I found the most wonderful examples of Islamic work in Cairo, it turns out. I’d visited mosques there before, but I didn’t see them with the same eye as I did this time. They truly said something to me about Islamic architecture. The museum I’m designing is more influenced by the Mosque of Ibn Tulun than any other building. This mosque is very austere and beautiful, its geometry is most refined. You think of Gothic architecture, it’s so elaborate. This is the opposite—so simple.

AR: It’s inspiring to see that you’re so engaged with these issues. You’re still a student!

IMP: Yes, I am. You always should be. That’s what makes life interesting.

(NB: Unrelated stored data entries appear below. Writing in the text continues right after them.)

-- drug_event_listing: the drug-linked event listing of a drug-safety committee, one row per
-- (high-potassium episode, suspect drug class). `kcohort listing --class C --from D --to D`
-- selects from it.
--
-- DEFINITION
--   Suspect drug class: a drug-class cause of the episode (episode_causes, cause_group 'drug':
--   an era of the class in use at onset or ended within the class's lookback before it); its
--   era is the cause's evidence (era_id).
--   era_start, era_end, day_on_drug (day 1 = the day of era_start; counted in elapsed 24 h from
--   era_start to onset), user_type ('new user' or 'prevalent user', exposure_eras.new_user).
--   other_suspect_classes  the episode's other drug-class causes, sorted, ', '-separated.
--   other_causes           the episode's causes that are not drugs (kidney, lab, diagnosis),
--                          sorted, ', '-separated.
--   baseline_egfr, baseline_gfr_category, aki_stage: episode_kidney.
--   onset_at, unit, setting, peak_value, severity, ctcae_grade, unconfirmed: episodes.
--   treatments             the potassium-lowering classes given in the treatment window
--                          (episode_treatments), in order of first administration, each with
--                          its delay from onset: 'calcium +45 min; insulin +60 min'; '' when none.
--   first_treatment_delay_minutes, hypoglycemia, lowest_glucose_after_insulin, rebound,
--   died_within_window: episode_outcomes.
--   Dechallenge: what happened to the suspect class in the $dechallenge_days (default 7) after
--   onset, read from the recorded exposure (a dispensing covers its days of supply, so a drug
--   stopped in hospital may still read as continued), checked in this order:
--     'ended before onset'  the suspect era ended before onset (within the class's lookback);
--     'died'                death at or before onset + $dechallenge_days;
--     'not observable'      the extract ends before onset + $dechallenge_days;
--     'continued'           an era of the class covers onset + $dechallenge_days
--                           (era_start <= t <= era_end);
--     'stopped'             otherwise: the suspect era ended between onset and
--                           onset + $dechallenge_days and the class was not restarted by then.
--   restarted_at           the start of the first later era of the class (a rechallenge), if
--                          any.
--
-- No ORDER BY: `kcohort listing` orders its rows; sorting the wide joined rows here made
-- DataFusion 55 reserve tens of GB for one batch (its size estimate of the string views) on a
-- 1,000,000-patient store.
--
-- Row-level output for the committee: pseudonymous ids only (patient_id, episode_id, era_id as
-- in the store); it must stay inside the committee.
--
-- PARAMETERS: $dechallenge_days, $extract_end; reads the derived tables episodes,
-- exposure_eras, episode_causes, episode_kidney, episode_treatments, episode_outcomes.

CREATE VIEW listing_suspects AS
SELECT c.episode_id, c.patient_id, c.onset_at, CAST(c.onset_at AS BIGINT) AS onset_us,
       c.cause AS suspect_class, x.era_id, x.era_start, x.era_end, x.new_user,
       CAST(x.era_start AS BIGINT) AS start_us, CAST(x.era_end AS BIGINT) AS end_us
FROM episode_causes c
JOIN exposure_eras x ON x.era_id = c.evidence_id AND x.patient_id = c.patient_id
WHERE c.cause_group = 'drug';

CREATE VIEW listing_other_causes AS
SELECT s.episode_id, s.suspect_class,
       array_to_string(array_sort(array_agg(o.cause) FILTER (WHERE o.cause_group = 'drug')), ', ')
           AS other_suspect_classes,
       array_to_string(
           array_sort(array_agg(o.cause) FILTER (WHERE o.cause_group NOT IN ('drug', 'none'))),
           ', ') AS other_causes
FROM listing_suspects s
JOIN episode_causes o ON o.episode_id = s.episode_id AND o.cause <> s.suspect_class
GROUP BY s.episode_id, s.suspect_class;

CREATE VIEW listing_treatments AS
SELECT episode_id,
       string_agg(treatment_class || ' +' || CAST(round(delay_minutes) AS BIGINT) || ' min', '; '
                  ORDER BY first_at, treatment_class) AS treatments
FROM episode_treatments
GROUP BY episode_id;

-- The class in use at onset + $dechallenge_days, and its first later era.
CREATE VIEW listing_after_onset AS
SELECT s.episode_id, s.suspect_class,
       bool_or(CAST(x.era_start AS BIGINT) <= s.onset_us + $dechallenge_days_us
               AND s.onset_us + $dechallenge_days_us <= CAST(x.era_end AS BIGINT))
           AS in_use_after,
       MIN(x.era_start) FILTER (WHERE CAST(x.era_start AS BIGINT) > s.end_us) AS restarted_at
FROM listing_suspects s
JOIN exposure_eras x ON x.patient_id = s.patient_id AND x.drug_class = s.suspect_class
GROUP BY s.episode_id, s.suspect_class;

SELECT
    s.episode_id,
    s.patient_id,
    s.suspect_class,
    s.era_id,
    s.era_start,
    s.era_end,
    CAST(floor((s.onset_us - s.start_us) / 86400000000.0) + 1 AS BIGINT) AS day_on_drug,
    CASE WHEN s.new_user THEN 'new user' ELSE 'prevalent user' END AS user_type,
    coalesce(oc.other_suspect_classes, '') AS other_suspect_classes,
    coalesce(oc.other_causes, '') AS other_causes,
    e.onset_at,
    e.unit,
    e.setting,
    e.unconfirmed,
    e.peak_value,
    e.severity,
    e.ctcae_grade,
    k.baseline_egfr,
    k.baseline_gfr_category,
    k.aki_stage,
    coalesce(t.treatments, '') AS treatments,
    o.first_treatment_delay_minutes,
    o.hypoglycemia,
    o.lowest_glucose_after_insulin,
    o.rebound,
    o.died_within_window,
    CASE
        WHEN s.end_us < s.onset_us THEN 'ended before onset'
        WHEN o.death_at IS NOT NULL
             AND CAST(o.death_at AS BIGINT) <= s.onset_us + $dechallenge_days_us THEN 'died'
        WHEN CAST($extract_end AS BIGINT) < s.onset_us + $dechallenge_days_us
            THEN 'not observable'
        WHEN coalesce(a.in_use_after, false) THEN 'continued'
        ELSE 'stopped'
    END AS dechallenge,
    a.restarted_at
FROM listing_suspects s
JOIN episodes e ON e.episode_id = s.episode_id
LEFT JOIN listing_other_causes oc
    ON oc.episode_id = s.episode_id AND oc.suspect_class = s.suspect_class
LEFT JOIN episode_kidney k ON k.episode_id = s.episode_id
LEFT JOIN listing_treatments t ON t.episode_id = s.episode_id
LEFT JOIN episode_outcomes o ON o.episode_id = s.episode_id
LEFT JOIN listing_after_onset a
    ON a.episode_id = s.episode_id AND a.suspect_class = s.suspect_class;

AR: We’ve talked a lot about museums, but there are other building types that you’ve been involved with. The Bank of China building, for instance, in Hong Kong—a tall building. The issues you faced with that project are a very different set of concerns from those of museums, aren’t they?

IMP: That’s very true. Actually, many of the projects I’m most proud of are tall buildings, especially the housing projects. In New York I have two: one in Kips Bay and one at New York University. At that time, those projects were most challenging, architecturally—how do you enable redevelopment, foster urban renewal with a tall building? For Kips Bay, I had a wonderful client, William Zeckendorf, who was willing to gamble with me on using concrete and not brick for a high-rise apartment building. That was very innovative at the time.

AR: How old were you when you got the Kips Bay project?

IMP: I came to New York and worked with Zeckendorf in 1948. I was 30 years old. Kips Bay came to me two years later, in 1950. Later I got my first museum project, the Everson Art Museum in Syracuse. That was about 1960, 1961. I was very busy back then. You don’t really get a chance to do anything until your mid-40s. I told my sons that: Don’t expect to accomplish too much in the early part of your life. I was fortunate—after the war, I left China, in 1944; there was nothing going on for me at the time. I went back to Harvard to teach and to get my master’s degree. I thought teaching would give me the most flexibility in case I had to return to China to be with my family. I didn’t really practice architecture until I got to New York; I didn’t have many qualifications or much experience at all. Becoming a designer is a long process of learning. You make mistakes when you’re young. It’s important to have the opportunity to make mistakes.

AR: What are your days like when you’re not at work?

IMP: At home, I have a wife, fortunately, and my children are all grown, and I have many grandchildren. I spend weekends with my grandchildren; I adore them. On a daily basis, my home life is very simple. I spend about 2 hours every morning reading the newspaper. As my two assistants will tell you, I don’t come to work in the mornings, for two reasons. First, I want to be informed—that means I go through The New York Times every day, and then I watch some news on television. The second is, mornings are the best time to communicate with my clients abroad. So I communicate with Luxembourg, with Berlin, with Paris—I continue to do work on the Louvre, it didn’t end in 1993. So I’m on the phone a lot to my international clients in the mornings, after I get through the news.

Two afternoons a week I come to my office. If I’m not here, I go to my sons’ office. I still have two of my projects working through them—the Museum of Islamic Art in Qatar and the Suzhou Museum.

AR: Did you do any conceptualizing for the redevelopment or the memorial in Lower Manhattan?

IMP: No. That project probably will take 10 years, and I didn’t want to think about a project that I couldn’t finish. That’s a kind of temptation. It was the same reason I declined to submit an entry for the U.N. addition in New York, the one that [Fumihiko] Maki is now working on. I thought I wouldn’t be able to finish it. One has to realize one’s limitations. Why kid yourself?